Портнов остался непроницаемым.

– Вселенную, да и рынок оргтехники, – это ещё до вас. А вот насчёт всемогущества вы почти угадали. Вернее сказать, вы почти всемогущи.

Завершить лекцию Иван Иванович не успел. Дверь кабинета вдруг распахнулась с неприличным треском, и в комнату ввалились грубые люди в чёрных масках и камуфляже. За ними, отстав на полсекунды, влетели их же грубые вопли:

– Мордой на стол! Руки, сука!

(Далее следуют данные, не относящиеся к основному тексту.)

"""A delay equation whose solution is a polynomial on each delay: Paul 1994, Numer. Anal. Rep. 243 Manchester, problem 1.1.1 (form seen).

y' = A y(t - B), y = C for t <= 0, has y = C sum over n of A^n (t - (n-1) B)^n / n!, for as long as t >= (n-1) B.
"""

from __future__ import annotations

import math
from fractions import Fraction

import numpy as np
import pytest

from lagscape.engine.simulate import RELEASE_ERROR, simulate
from support.linear_loop import linear_form, linear_rest

VALUES = {1: Fraction(0), Fraction(3, 2): Fraction(-3, 8), 2: Fraction(-1, 2), 3: Fraction(-1, 6), 4: Fraction(5, 24), 5: Fraction(19, 120)}


def exact(t: float, a: float = -1.0, b: float = 1.0, c: float = 1.0) -> float:
    total, n = 0.0, 0
    while n == 0 or t >= (n - 1) * b:
        total += c * a**n * (t - (n - 1) * b) ** n / math.factorial(n)
        n += 1
    return total


@pytest.mark.parametrize("t", list(VALUES))
def test_the_sum_gives_the_known_fractions(t: Fraction) -> None:
    assert exact(float(t)) == pytest.approx(float(VALUES[t]), abs=1e-15)


def test_the_simulation_passes_through_the_known_fractions() -> None:
    # Tolerance: a polynomial of degree five is exact on the mesh's own polynomials, so what is left is rounding, summed over five delays.
    times = np.array([float(t) for t in VALUES])
    trace = simulate(linear_form(0.0, 1.0, 1.0), rest=linear_rest(), offset=1.0, duration=5.0, purpose="release", output_times=times)
    assert trace.status == "completed"
    np.testing.assert_allclose(trace.states[:, 0], [float(value) for value in VALUES.values()], atol=1e-13)


@pytest.mark.parametrize(("rate", "delay", "level"), [(1.2, 0.7, 3.0), (0.5, 2.0, -1.0), (2.0, 0.1, 1.0)])
@pytest.mark.parametrize(("purpose", "tolerance"), [("release", RELEASE_ERROR), ("drag", 5e-4)])
def test_the_whole_trace_for_other_rates_delays_and_levels(rate: float, delay: float, level: float, purpose: str, tolerance: float) -> None:
    # Tolerance: what each purpose promises, of the largest size.
    times = np.linspace(0.0, 6.0 * delay, 121)
    trace = simulate(linear_form(0.0, rate, delay), rest=linear_rest(), offset=level, duration=6.0 * delay, purpose=purpose, output_times=times)
    expected = np.array([exact(t, -rate, delay, level) for t in times])
    assert np.max(np.abs(trace.states[:, 0] - expected)) <= tolerance * np.max(np.abs(expected))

Не двигаться!

8

Поговорить удалось только в камере для временно задержанных.

По пути Леденцов пытался что-нибудь выяснить, получил краткий, но выразительный ответ в виде тычка прикладом и благоразумно заткнулся.

Зато уж в камере Емельян Павлович дал волю чувствам и словам. Обращал он их к потолку и лишь на излёте вдохновения повернулся к собрату по несчастью:

– Всемогущий, говорите, Иван Иванович? А отсюда, стало быть, начинается мой путь на Голгофу?

Иван Иванович поморщился, как будто упоминание о Голгофе задело его за живое.

– Почти всемогущий, – выделил он первое слово. – Но не абсолютно.

– И кто ж моё всемогущество обломал? Другой всемогущий? Только злой и нехороший?

– Вы на верном пути, – Иван Иванович понизил голос, – однако давайте потише, иначе вас очень скоро переведут в психиатрическую лечебницу.

Леденцов огляделся. В камере было ещё четверо задержанных, и смотрели они на гостей с брезгливой опасливостью.

– Лучше пораскиньте мозгами, – так же тихо продолжил Портнов, – почему вам не удалось тогда спасти вашего друга Мартова?

Теперь настала пора морщиться Леденцову.

– Мартов-то тут при чём? Кстати, если уж я такой разэдакий, то почему я не смог его спасти?

– Дело в том, что кроме таких, как вы, мастеров силы…

– Кого?

– Мастер силы, мастер желания, «топор» – выбирайте термин себе по вкусу. Так вот, кроме всемогущих со знаком плюс есть ещё всемогущие со знаком минус.

– Понятно. То есть эти парни, – Леденцов перешёл на театральный шёпот, – хотят зла! «Я часть той силы, что вечно хочет зла»…

– …«и вечно совершает благо». Очень удачная цитата. Только нужно её перевернуть. «Я часть той силы, что вечно хочет блага и совершает зло».

– Один из лучших переводов, – раздалось из-за спин собеседников.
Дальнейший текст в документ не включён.